Another thing you really want to check is to make sure your miter gauge is absolutely solid and perpendicular to your blade. If it is moving it will cause the space width to change. Miter gauge slot / bar slop could cause this, too. You start out with the board "tensioning" against the miter slot counterclockwise and end with it tensioning clockwise because of the length of the board and how you hold it and push the miter gauge.


----------



## jerryholcombe (Apr 20, 2013)

Thanks, Roger. What an invaluable response from you! Most of my work thus far has involved free-form bandsaw boxes and a huge bedroom set (no dresser or chests involved), so I do probably need to look closely at all the alignment issues you noted. I know that yesterday I did a first-ever analysis of my measuring tools, only to discover that only two were in agreement. One was off by almost 1/4". I do have a digital caliper, and will follow your suggestion to the "T". I really appreciate your taking the time to give me your response.


----------



## RogerInColorado (Jan 16, 2013)

Let us know what you find. Feedback is more valuable than theory cast into the void.


----------



## jerryholcombe (Apr 20, 2013)

Well, I whipped out the old digital caliper (rarely use it), and found that my slots varied by as much as 9/10 of a millimeter. I concluded, as you suggested, that the variation is due to side slop in mitre bar to which my gauge is attached. That came with my saw, and I can't seem to adjust it so that it fits the mitre slot tightly. So, I've ordered an Incra mitre gauge. The pins were with 1/100 mm, so the dado stack must be working well for me.

One other question, though. What's the proper way to loosen up the pin/slot fit just a tad so all the glue isn't forced out of the joint. Should I insert a spacer in my dado set?


----------



## woodnthings (Jan 24, 2009)

*There are some adjustable box/finger joint jigs on here....*

This one is pretty clear how to loosen or tighten the fit:
http://www.cabinetmaking.com/pages/fingerjig.htm

here's a microadjustable one:
http://www.popularwoodworking.com/article/microadjustable_finger_joint_jig


----------



## RogerInColorado (Jan 16, 2013)

jerryholcombe said:


> One other question, though. What's the proper way to loosen up the pin/slot fit just a tad so all the glue isn't forced out of the joint. Should I insert a spacer in my dado set?

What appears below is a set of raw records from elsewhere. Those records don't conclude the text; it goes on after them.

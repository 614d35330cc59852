/**
 * The seeded generator behind every random choice (workers/src/random): xoshiro128**
 * (Blackman & Vigna, ACM Trans. Math. Softw. 47, 36 (2021)) and its (seed, stream) seeding.
 */
import { describe, expect, it } from 'vitest';
import { mix32, Xoshiro128 } from '../../../workers/src/random/index.js';

describe('Xoshiro128', () => {
  it('reproduces the reference algorithm from the state (1, 2, 3, 4)', () => {
    // Values printed by the authors' C reference of xoshiro128** (transcribed from the paper's
    // published code, compiled with gcc on this machine): outputs 1–6 and output 1001.
    const g = new Xoshiro128(1, 2, 3, 4);
    expect(Array.from({ length: 6 }, () => g.nextUint32())).toEqual([11520, 0, 5927040, 70819200, 2031721883, 1637235492]);
    for (let k = 0; k < 994; k++) g.nextUint32();
    expect(g.nextUint32()).toBe(136054147);
  });

  it('gives the same sequence for the same (seed, stream) and different ones otherwise', () => {
    const draw = (seed: number, stream: number) => {
      const g = Xoshiro128.forStream(seed, stream);
      return Array.from({ length: 8 }, () => g.nextUint32());
    };
    expect(draw(7, 3)).toEqual(draw(7, 3));
    const seen = new Set<string>();
    for (const seed of [0, 1, 2, 2 ** 31 - 1]) {
      for (const stream of [0, 1, 2, 1000, 2 ** 32 - 1]) seen.add(draw(seed, stream).join(','));
    }
    expect(seen.size).toBe(20);
  });

  it('draws uniform numbers: mean, variance and bit balance within 5 standard errors', () => {
    // 2^16 draws: the mean of U(0,1) has standard error 1/√(12·2^16) ≈ 1.1e-3, the variance
    // 1/√(180·2^16) ≈ 2.9e-4; 5σ bounds make a false failure ~1e-6 likely, and a broken
    // generator (e.g. a stuck high bit) far outside.
    const n = 2 ** 16;
    for (const stream of [0, 1, 99]) {
      const g = Xoshiro128.forStream(12345, stream);
      let s = 0, s2 = 0;
      const bits = new Float64Array(32);
      for (let k = 0; k < n; k++) {
        const u = g.nextUint32();
        const x = u / 2 ** 32;
        s += x; s2 += x * x;
        for (let b = 0; b < 32; b++) bits[b] += (u >>> b) & 1;
      }
      const mean = s / n;
      const variance = s2 / n - mean * mean;
      expect(Math.abs(mean - 0.5)).toBeLessThan(5 / Math.sqrt(12 * n));
      expect(Math.abs(variance - 1 / 12)).toBeLessThan(5 / Math.sqrt(180 * n));
      // Each bit is a fair coin: standard error 0.5/√n ≈ 2e-3 on its frequency.
      for (let b = 0; b < 32; b++) expect(Math.abs(bits[b] / n - 0.5)).toBeLessThan(5 * 0.5 / Math.sqrt(n));
    }
  });

  it('returns doubles in [0, 1) from nextDouble and nextFloat32Bits', () => {
    const g = Xoshiro128.forStream(1, 1);
    for (let k = 0; k < 1000; k++) {
      const a = g.nextDouble();
      const b = g.nextFloat32Bits();
      expect(a >= 0 && a < 1).toBe(true);
      expect(b >= 0 && b < 1).toBe(true);
    }
  });

  it('replaces the all-zero state, which would be a fixed point', () => {
    const g = new Xoshiro128(0, 0, 0, 0);
    const out = Array.from({ length: 4 }, () => g.nextUint32());
    expect(out.some((v) => v !== 0)).toBe(true);
  });

  it('rejects seeds and streams outside [0, 2^32) and non-finite state words', () => {
    expect(() => Xoshiro128.forStream(-1, 0)).toThrow(RangeError);
    expect(() => Xoshiro128.forStream(0, 2 ** 32)).toThrow(/stream/);
    expect(() => Xoshiro128.forStream(0.5, 0)).toThrow(/seed/);
    expect(() => Xoshiro128.forStream(Number.NaN, 0)).toThrow(RangeError);
    expect(() => new Xoshiro128(1, Number.NaN, 0, 0)).toThrow(/s1/);
  });
});

describe('mix32', () => {
  it('is a bijection on a sample of inputs and changes about half the bits per flipped input bit', () => {
    // MurmurHash3's finaliser: full avalanche means a flipped input bit changes each output bit
    // with probability ≈ ½; over 4096 inputs × 32 flips the mean changed-bit count is 16 ± ~0.03.
    const outs = new Set<number>();
    let changed = 0, trials = 0;
    for (let v = 0; v < 4096; v++) {
      const h = mix32(v * 2654435761);
      outs.add(h);
      for (let b = 0; b < 32; b++) {
        let d = (h ^ mix32((v * 2654435761) ^ (1 << b))) >>> 0;
        let c = 0;
        while (d) { c += d & 1; d >>>= 1; }
        changed += c; trials++;
      }
    }
    expect(outs.size).toBe(4096);
    expect(Math.abs(changed / trials - 16)).toBeLessThan(0.2);
    expect(mix32(0)).toBe(0);
  });
});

Yes, you can use a shim. Start small. A piece of copy paper is about 0.003 inch. Start there and you can increase or decrease depending on your test results. Run a pair of parts that are about the length of your project so you can actually apply some glue and do an actual glue up. In the real world, the glue has some time to be absorbed by the fibers and swell the wood, so allow some real dwell time. It doesn't take a lot of glue, by the way, on a good fitting joint. A box joint has a huge amount of glue surface.


----------